Ganglionic stimulants activate N_M nicotinic receptors in autonomic ganglia, falling into two categories: nicotine mimetics [e.g., lobeline, dimethylpiperazine, tetramethylammonium] and muscarinic receptor agonists [e.g., muscarine, methacholine]. The first category's action is rapid and blocked by nicotinic receptor antagonists, while the second category's action is delayed and blocked by atropine-like agents. Nicotine, an alkaloid, affects the heart rate by stimulating sympathetic or paralyzing parasympathetic ganglia, leading to increased blood pressure and an accelerated heart rate. It can also stimulate epinephrine release from the adrenal medulla. Nicotine has a biphasic effect on the adrenal medulla, with small doses causing catecholamine release and large doses preventing its release.
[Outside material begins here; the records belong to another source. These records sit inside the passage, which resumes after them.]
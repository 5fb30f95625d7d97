/**
 * The bottleneck-ratio surrogate and the screen against brute force on small rooms:
 * Phi(S) = Q(S, S^c) / pi(S) = w(S, S^c) / vol(S) over every subset of small chains (Levin,
 * Peres & Wilmer, Markov Chains and Mixing Times, 2nd ed., 2017, section 7.2), the stationary
 * bound E_pi tau_A >= pi(A^c)^2 / Q(A, A^c) (Aldous & Fill, Reversible Markov Chains and Random
 * Walks on Graphs, chapter 3) over every starter set, and the screen's total and lower bound
 * against the best k-set found by brute force.
 */
import assert from 'node:assert/strict';
import { describe, it } from 'node:test';
import { denseWalk, exactReach, plan, prepareRoom, type RoomGraph, type RoomTie } from '../../shared/engine/index';
import { bottleneckRatio, cutOf, stationaryBound } from '../../shared/engine/bottleneck';
import { rng } from '../bench/bench-rooms';
import { gridEdges, roomFromEdges } from '../bench/large-rooms';
import { cli, fixtures } from './cli-helpers';

function weightedPath(n: number, seed: number): RoomGraph {
  const r = rng(seed);
  const ties: RoomTie[] = Array.from({ length: n - 1 }, (_, i) => ({ source: i, target: i + 1, strength: 0.2 + 3 * r() }));
  return { ids: Array.from({ length: n }, (_, i) => `p${i}`), directed: false, ties };
}

function randomConnected(n: number, extra: number, seed: number): RoomGraph {
  const r = rng(seed);
  const ties: RoomTie[] = [];
  for (let i = 1; i < n; i++) ties.push({ source: Math.floor(r() * i), target: i, strength: 0.2 + 2 * r() });
  for (let e = 0; e < extra; e++) {
    const i = Math.floor(r() * n);
    const j = Math.floor(r() * n);
    if (i !== j) ties.push({ source: i, target: j, strength: 0.2 + 2 * r() });
  }
  return { ids: Array.from({ length: n }, (_, i) => `p${i}`), directed: false, ties };
}

function* subsets(n: number): Generator<number[]> {
  for (let mask = 1; mask < (1 << n) - 1; mask++) yield Array.from({ length: n }, (_, i) => i).filter((i) => mask & (1 << i));
}

function* kSets(n: number, k: number, from = 0, acc: number[] = []): Generator<number[]> {
  if (acc.length === k) {
    yield [...acc];
    return;
  }
  for (let i = from; i < n; i++) yield* kSets(n, k, i + 1, [...acc, i]);
}

const rooms = [weightedPath(7, 1), weightedPath(9, 2), randomConnected(8, 6, 3), randomConnected(9, 10, 4)];

describe('bottleneck ratio and the screen', () => {
  it('Phi(S) from the chain (pi_x P_xy summed over the cut, over pi(S)) equals w(S, S^c) / vol(S) for every subset', () => {
    for (const g of rooms) {
      const room = prepareRoom(g);
      const n = room.n;
      const p = denseWalk(room);
      const d = room.csr.outStrength;
      const vol = d.reduce((s, x) => s + x, 0);
      for (const s of subsets(n)) {
        const inS = new Set(s);
        let q = 0;
        let piS = 0;
        for (const x of s) {
          piS += d[x] / vol;
          for (let y = 0; y < n; y++) if (!inS.has(y)) q += (d[x] / vol) * p[x * n + y];
        }
        const phi = bottleneckRatio(room.csr, s);
        assert.ok(Math.abs(q / piS - phi) <= 1e-12 * Math.max(1, phi), `S = ${s.join(',')}`);
      }
    }
  });

  it('E_pi tau_A >= pi(A^c)^2 / Q(A, A^c) for every starter set', () => {
    for (const g of rooms) {
      const room = prepareRoom(g);
      const d = room.csr.outStrength;
      const vol = d.reduce((s, x) => s + x, 0);
      for (const a of subsets(room.n)) {
        const h = exactReach(room, a).h;
        let mean = 0;
        for (let i = 0; i < room.n; i++) mean += (d[i] / vol) * h[i];
        const bound = stationaryBound(cutOf(room.csr, a));
        assert.ok(mean >= bound * (1 - 1e-12), `A = ${a.join(',')}: ${mean} < ${bound}`);
      }
    }
  });

  it('the screen reports its exact total and never a lower bound above the brute-force optimum', () => {
    for (let t = 0; t < 16; t++) {
      const g = randomConnected(8 + (t % 5), 4 + t, 40 + t);
      const k = 2 + (t % 3);
      let best = Infinity;
      for (const s of kSets(g.ids.length, k)) best = Math.min(best, exactReach(g, s).total);
      const r = plan(g, { k, method: 'screen', laziness: t % 4 === 0 ? 0.3 : 0 });
      const scale = t % 4 === 0 ? 1 / 0.7 : 1;
      assert.equal(r.method, 'screen');
      assert.equal(new Set(r.starters).size, k);
      assert.ok(Math.abs(r.total - exactReach(g, r.starters, { laziness: t % 4 === 0 ? 0.3 : 0 }).total) <= 1e-9 * r.total);
      assert.ok(r.total >= best * scale * (1 - 1e-12));
      assert.ok(r.lowerBound <= best * scale * (1 + 1e-12), `room ${t}: bound ${r.lowerBound} above optimum ${best * scale}`);
    }
  });

  it('reports progress for every evaluated set and respects required and excluded people', () => {
    const room = roomFromEdges(gridEdges(20, 2));
    const seen: number[] = [];
    const r = plan(room, {
      k: 6,
      method: 'screen',
      screenKeep: 12,
      mustInclude: [5],
      exclude: [0, 1],
      onProgress: (p) => seen.push(p.done),
    });
    assert.ok(r.starters.includes(5));
    assert.ok(!r.starters.includes(0) && !r.starters.includes(1));
    assert.equal(r.starters.length, 6);
    assert.equal(seen[0], 0);
    assert.ok(seen.length >= 2 && seen.every((v, i) => i === 0 || v === seen[i - 1] + 1));
    assert.match(r.notes.join(' '), /evaluated by exact solves/);
  });

  it('plan --method screen on the command line: exact total, progress on stderr, the path that ran', async () => {
    const lines = ['source,target,strength'];
    for (let i = 0; i < 30; i++) lines.push(`q${i},q${(i + 1) % 30},${1 + (i % 3)}`, `q${i},q${(i + 7) % 30},0.5`);
    const f = fixtures({ 'ring.csv': lines.join('\n') + '\n' });
    const run = await cli(['plan', '--graph', f['ring.csv'], '--k', '3', '--method', 'screen']);
    assert.equal(run.code, 0, run.stderr);
    const out = JSON.parse(run.stdout);
    assert.equal(out.method, 'screen');
    assert.equal(out.solverPath, 'iterative');
    assert.equal(out.starters.length, 3);
    assert.match(run.stderr, /screen \d+\/\d+/);
    assert.ok(out.lowerBound <= out.total);
  });
});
Nicotine has significant central nervous system [CNS] stimulation effects. Low doses act as analgesics, higher doses cause tremors, and toxic doses result in convulsions. Nicotine directly affects the medulla oblongata, leading to respiratory depression, diaphragm and intercostal muscle paralysis, and peripheral blockade. It induces vomiting through central and peripheral actions. Chronic exposure to nicotine increases nicotinic receptor density, contributing to dependence and tolerance. Nicotine enhances gut tone and motility through parasympathetic cholinergic and ganglionic activation. Initially, bronchial and salivary secretions increase, followed by inhibition. Nicotine can be absorbed through the skin, buccal membrane, and respiratory tract, with limited absorption in the stomach but more efficient absorption in the intestines. Metabolism primarily occurs in the liver, with partial metabolism in the lungs and kidneys. The kidneys eliminate nicotine and its metabolites.

In clinical practice, nicotine is indicated for short-term replacement therapy in individuals abstaining from tobacco. Adverse effects of nicotine include salivation, abdominal pain, diarrhea, dizziness, headache, hearing difficulty, mental confusion, weakness, breathing difficulties with a weakening pulse, blood sugar irregularities, and convulsions. Severe cases can lead to respiratory failure and potentially death.